Higher resistance wires mean less electrons move at a slower overall rate of flow through the wire, resulting in less collisions, meaning less energy is created per time unit. Resistance is affected by material (kanthal,SS, NI80, etc) and thickness of wire (gauge and material are not an issue at the moment as they are discussed quite voluminously on this forum). 

Now for the purposes of this conversation, let us assume an 18650 battery of infinite amp draw, 4.2 volt max, 3.7 volt nominal on a mod and RDA combo with 0 voltage drop.

Say we have a coil of arbitrary loops, coming out at 0.5 Ohms. Lets call this coil A.
Say we have another coil, same material with less loops coming out at 0.3 Ohms. Lets call this coil B.

My understanding is the 'heavier' or denser coil will take longer to heat up as there is more material to heat (this would include the longer wire as there is more of it in this closed system).

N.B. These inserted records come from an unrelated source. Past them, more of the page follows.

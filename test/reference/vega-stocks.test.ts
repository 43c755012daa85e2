import { readFileSync } from 'node:fs';
import { describe, expect, it } from 'vitest';
import type { ProposalInput } from '../../src/schema/proposal.js';
import { validateProposal } from '../../src/schema/validate.js';
import { optimizeProposal } from '../../src/stress/run.js';

// Open data: monthly prices of five stocks in the npm package vega-datasets 3.2.1 (BSD-3-Clause,
// data/stocks.csv), turned into 67 monthly simple returns. Reference optima computed by
// scripts/reference/vega_stocks_reference.py with general-purpose solvers (cvxpy 1.9.3 + CLARABEL,
// cross-checked by scipy SLSQP; risk parity by scipy on Spinu's objective; half Kelly by SLSQP then
// Newton on the support's KKT system). This test runs wobble's whole optimize path — validation,
// estimation from the history, every method — on those returns.
interface Optimum {
  weights: number[];
  objective: { value: number };
}
const fixture = JSON.parse(readFileSync(new URL('./fixtures/vega-stocks.json', import.meta.url), 'utf8')) as {
  assets: string[];
  returns: number[][];
  optima: Record<'minimumVariance' | 'meanVariance' | 'riskParity' | 'inverseVolatility' | 'equalWeight' | 'kelly' | 'kellyHalf', Optimum>;
};

async function optimize(extra: Partial<ProposalInput> = {}) {
  const n = fixture.assets.length;
  const proposal: ProposalInput = {
    assets: fixture.assets,
    weights: fixture.assets.map(() => 1 / n),
    inputs: { returns: fixture.returns, periodsPerYear: 12 },
    method: { name: 'mean-variance', riskAversion: 5 },
    compare: [{ name: 'minimum-variance' }, { name: 'kelly' }, { name: 'kelly', fraction: 0.5 }, { name: 'risk-parity' }, { name: 'equal-weight' }, { name: 'inverse-volatility' }],
    estimation: { covariance: 'sample' },
    ...extra,
  };
  const v = validateProposal(proposal);
  if (!v.ok) throw new Error(JSON.stringify(v.problems));
  return optimizeProposal(v.proposal, v.warnings);
}

function weightsOf(r: Awaited<ReturnType<typeof optimize>>, name: string, fraction?: number): number[] {
  const m = r.methods.find((x) => x.method.name === name && (fraction === undefined || (x.method as { fraction?: number }).fraction === fraction));
  if (!m) throw new Error(`no ${name}`);
  return m.base.weights;
}

function expectClose(actual: number[], expected: number[], tolerance: number): void {
  expect(actual).toHaveLength(expected.length);
  const gap = Math.max(...actual.map((a, i) => Math.abs(a - expected[i])));
  expect(gap, `weights ${actual} vs ${expected}`).toBeLessThan(tolerance);
}

describe('optimize on real monthly returns (vega-datasets stocks) against cvxpy/scipy', () => {
  it('mean-variance λ = 5 and minimum variance (long-only) match to 1e-9', async () => {
    const r = await optimize();
    expectClose(weightsOf(r, 'mean-variance'), fixture.optima.meanVariance.weights, 1e-9);
    expectClose(weightsOf(r, 'minimum-variance'), fixture.optima.minimumVariance.weights, 1e-9);
  });

  it('risk parity, inverse volatility and 1/N match to 1e-9', async () => {
    const r = await optimize();
    expectClose(weightsOf(r, 'risk-parity'), fixture.optima.riskParity.weights, 1e-9);
    expectClose(weightsOf(r, 'inverse-volatility'), fixture.optima.inverseVolatility.weights, 1e-12);
    expectClose(weightsOf(r, 'equal-weight'), fixture.optima.equalWeight.weights, 1e-15);
  });

  it('scenario Kelly (log utility) and half Kelly (CRRA γ = 2) match the reference optima', async () => {
    const r = await optimize();
    expectClose(weightsOf(r, 'kelly', undefined), fixture.optima.kelly.weights, 1e-9);
    expectClose(weightsOf(r, 'kelly', 0.5), fixture.optima.kellyHalf.weights, 1e-8);
  });

  it('reports annualised risk figures consistent with the reference variance', async () => {
    const r = await optimize();
    const mv = r.methods.find((m) => m.method.name === 'minimum-variance');
    // Annualised volatility √(12·wᵀSw) (common practice: √12 for monthly data).
    expect(mv?.base.volatility).toBeCloseTo(Math.sqrt(12 * fixture.optima.minimumVariance.objective.value), 10);
    const shares = mv?.base.riskContributions ?? [];
    expect(shares.reduce((a, b) => a + b, 0)).toBeCloseTo(1, 12);
    expect(mv?.base.diagnostics.kktResidual).toBeLessThan(1e-9);
  });
});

*Also, on a mech, the Wattage (Power) would be higher on coil B, as described Ohms Law & Joule's First Law
On a VW regulated device, the power would be consistent, resulting in a difference in current flowing(?).*

More questions to follow, but no point writing an even longer essay based on the above, if what I've already typed is off 

Thanks for reading this far folks, that already makes you a winner in my eyes

Reactions: Like 6 | Informative 1


----------



## Faiyaz Cheulkar (4/5/18)

this was on my mind since the first day I started vaping, every now and then I search the internet to get answers but was never able to connect the dots. My understanding of a controlled mod is close to our understanding of the origin of the universe. Lets see what other members have to say about this.

Reactions: Can relate 3


----------



## RichJB (4/5/18)

Faiyaz Cheulkar said:


> My understanding of a controlled mod is close to our understanding of the origin of the universe.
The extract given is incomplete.